Source data:
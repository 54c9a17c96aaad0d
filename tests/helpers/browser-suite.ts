/**
 * The set-up every browser suite shares: the built app (built once if dist/ lacks it), a data
 * folder of its own, the real server (dist/server/main.js) on a free loopback port, headless
 * Chromium, and pages whose console errors are collected; afterwards the browser closed, the
 * server stopped and the data folder removed. `browserSuite()` registers the hooks in the
 * `describe` it is called in and returns the live handles, filled in once `beforeAll` has run.
 *
 * Without Chromium a suite is skipped with a clear message (`warnIfNoBrowser`);
 * tests/client/e2e.test.ts registers the failure that SHAFTNET_REQUIRE_BROWSER=1 asks for.
 */
import { type ChildProcess, execSync } from 'node:child_process';
import fs from 'node:fs';
import os from 'node:os';
import path from 'node:path';
import { fileURLToPath } from 'node:url';
import type { Browser, Page } from 'playwright-core';
import { afterAll, beforeAll, expect } from 'vitest';
import { launchChromium, spawnServer } from './server-process.js';

export const CHROMIUM = '/usr/bin/chromium';
/** The repository's root (with its dist/). */
export const ROOT = fileURLToPath(new URL('../../', import.meta.url));
/** Screenshots go here (gitignored). */
export const ARTIFACTS = path.join(ROOT, 'test-artifacts');
export const hasBrowser = fs.existsSync(CHROMIUM);

/** Says loudly that the browser test named by `what` is skipped, when there is no Chromium. */
export function warnIfNoBrowser(what: string): void {
  if (!hasBrowser) console.warn(`\n*** SKIPPED ${what}: no Chromium at ${CHROMIUM}. ***\n`);
}

/** What a page watches its console for. */
export interface PageOptions {
  /** An HTTP status the suite provokes on purpose: the browser's "status of N" error for an /api/ URL is not collected. */
  allowStatus?: number;
  /** Put before each collected error (whose page it was), e.g. a reviewer's name. */
  label?: string;
}

/** The live handles of a browser suite (set once its `beforeAll` has run). */
export interface BrowserSuite {
  /** The server's URL, without the trailing slash. */
  readonly base: string;
  readonly dataDir: string;
  readonly browser: Browser;
  /** Console errors and page errors of every page `openPage` made; a suite ends expecting it empty. */
  readonly errors: string[];
  /** A page at 1366 × 768 in a browser context of its own (its own session cookie), its errors collected. */
  openPage(opts?: PageOptions): Promise<Page>;
  /** Saves a model as a new one through the API (expects 201) and gives its id. */
  saveModel(model: unknown, author: string, message: string): Promise<string>;
  /** Opens a saved model in the page and waits for its fresh results. */
  openModel(page: Page, id: string): Promise<void>;
}

/**
 * Registers the suite's `beforeAll` (build if needed, data folder `shaftnet-<name>-*`, `beforeStart`
 * on it, the server, Chromium) and `afterAll` (browser closed, server stopped and awaited, folder
 * removed). Call it first in the `describe`, so that the suite's own `beforeAll` runs after it.
 */
export function browserSuite(name: string, opts: { beforeStart?: (dataDir: string) => void } = {}): BrowserSuite {
  let server: ChildProcess | undefined;
  const suite = {
    base: '',
    dataDir: '',
    browser: undefined as unknown as Browser,
    errors: [] as string[],

    async openPage(pageOpts: PageOptions = {}): Promise<Page> {
      const context = await suite.browser.newContext({ viewport: { width: 1366, height: 768 } });
      const page = await context.newPage();
      const prefix = pageOpts.label ? `${pageOpts.label}: ` : '';
      const allowed = pageOpts.allowStatus === undefined ? null : `status of ${pageOpts.allowStatus}`;
      page.on('console', (msg) => {
        if (msg.type() !== 'error') return;
        if (allowed !== null && msg.text().includes(allowed) && msg.location().url.includes('/api/')) return;
        suite.errors.push(prefix + msg.text());
      });
      page.on('pageerror', (e) => suite.errors.push(`${prefix}pageerror: ${e.message}`));
      return page;
    },

    async saveModel(model: unknown, author: string, message: string): Promise<string> {
      const saved = await fetch(`${suite.base}/api/models`, {
        method: 'POST',
        headers: { 'content-type': 'application/json' },
        body: JSON.stringify({ model, author, message }),
      });
      expect(saved.status, `the server refused the model: ${await saved.clone().text()}`).toBe(201);
      return ((await saved.json()) as { id: string }).id;
    },

    async openModel(page: Page, id: string): Promise<void> {
      await page.goto(`${suite.base}/m/${encodeURIComponent(id)}`);
      await waitFresh(page);
    },
  };

  beforeAll(async () => {
    fs.mkdirSync(ARTIFACTS, { recursive: true });
    if (!fs.existsSync(path.join(ROOT, 'dist/server/main.js')) || !fs.existsSync(path.join(ROOT, 'dist/client/index.html'))) {
      execSync('npm run build', { cwd: ROOT, stdio: 'inherit' });
    }
    suite.dataDir = fs.mkdtempSync(path.join(os.tmpdir(), `shaftnet-${name}-`));
    opts.beforeStart?.(suite.dataDir);
    const started = await spawnServer(
      path.join(ROOT, 'dist/server/main.js'),
      ['--port', '0', '--host', '127.0.0.1', '--data', suite.dataDir, '--rate-limit', '0', '--log-level', 'silent'],
      { cwd: ROOT, children: new Set(), timeoutMs: 30_000 },
    );
    server = started.child;
    suite.base = started.url;
    suite.browser = await launchChromium(CHROMIUM);
  });

  afterAll(async () => {
    await suite.browser?.close();
    if (server && server.exitCode === null) {
      const child = server;
      const exited = new Promise((r) => child.once('exit', r));
      child.kill('SIGTERM');
      await exited;
    }
    if (suite.dataDir) fs.rmSync(suite.dataDir, { recursive: true, force: true });
  });

  return suite;
}

/** Waits until the results say they are fresh (the solve of what is on screen has answered). */
export async function waitFresh(page: Page): Promise<void> {
  await page.locator('sn-results .banner[data-status="fresh"]').waitFor({ timeout: 20_000 });
}

/** Commits a cell of the editor: its text, then Tab (the one commit path). */
export async function typeCell(page: Page, pointer: string, text: string): Promise<void> {
  const input = page.locator(`sn-editor input[data-pointer="${pointer}"]`);
  await input.fill(text);
  await input.press('Tab');
}

/** Picks an option of one of the editor's selects. */
export async function chooseCell(page: Page, pointer: string, value: string): Promise<void> {
  await page.locator(`sn-editor select[data-pointer="${pointer}"]`).selectOption(value);
}

/** A screenshot of the page's viewport to test-artifacts/<name>.png. */
export async function shot(page: Page, name: string): Promise<void> {
  await page.screenshot({ path: path.join(ARTIFACTS, `${name}.png`) });
}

[Your task] Work through the entries above line by line, counting each one that includes the word "dist", and give the final number only.

[Written answer] 5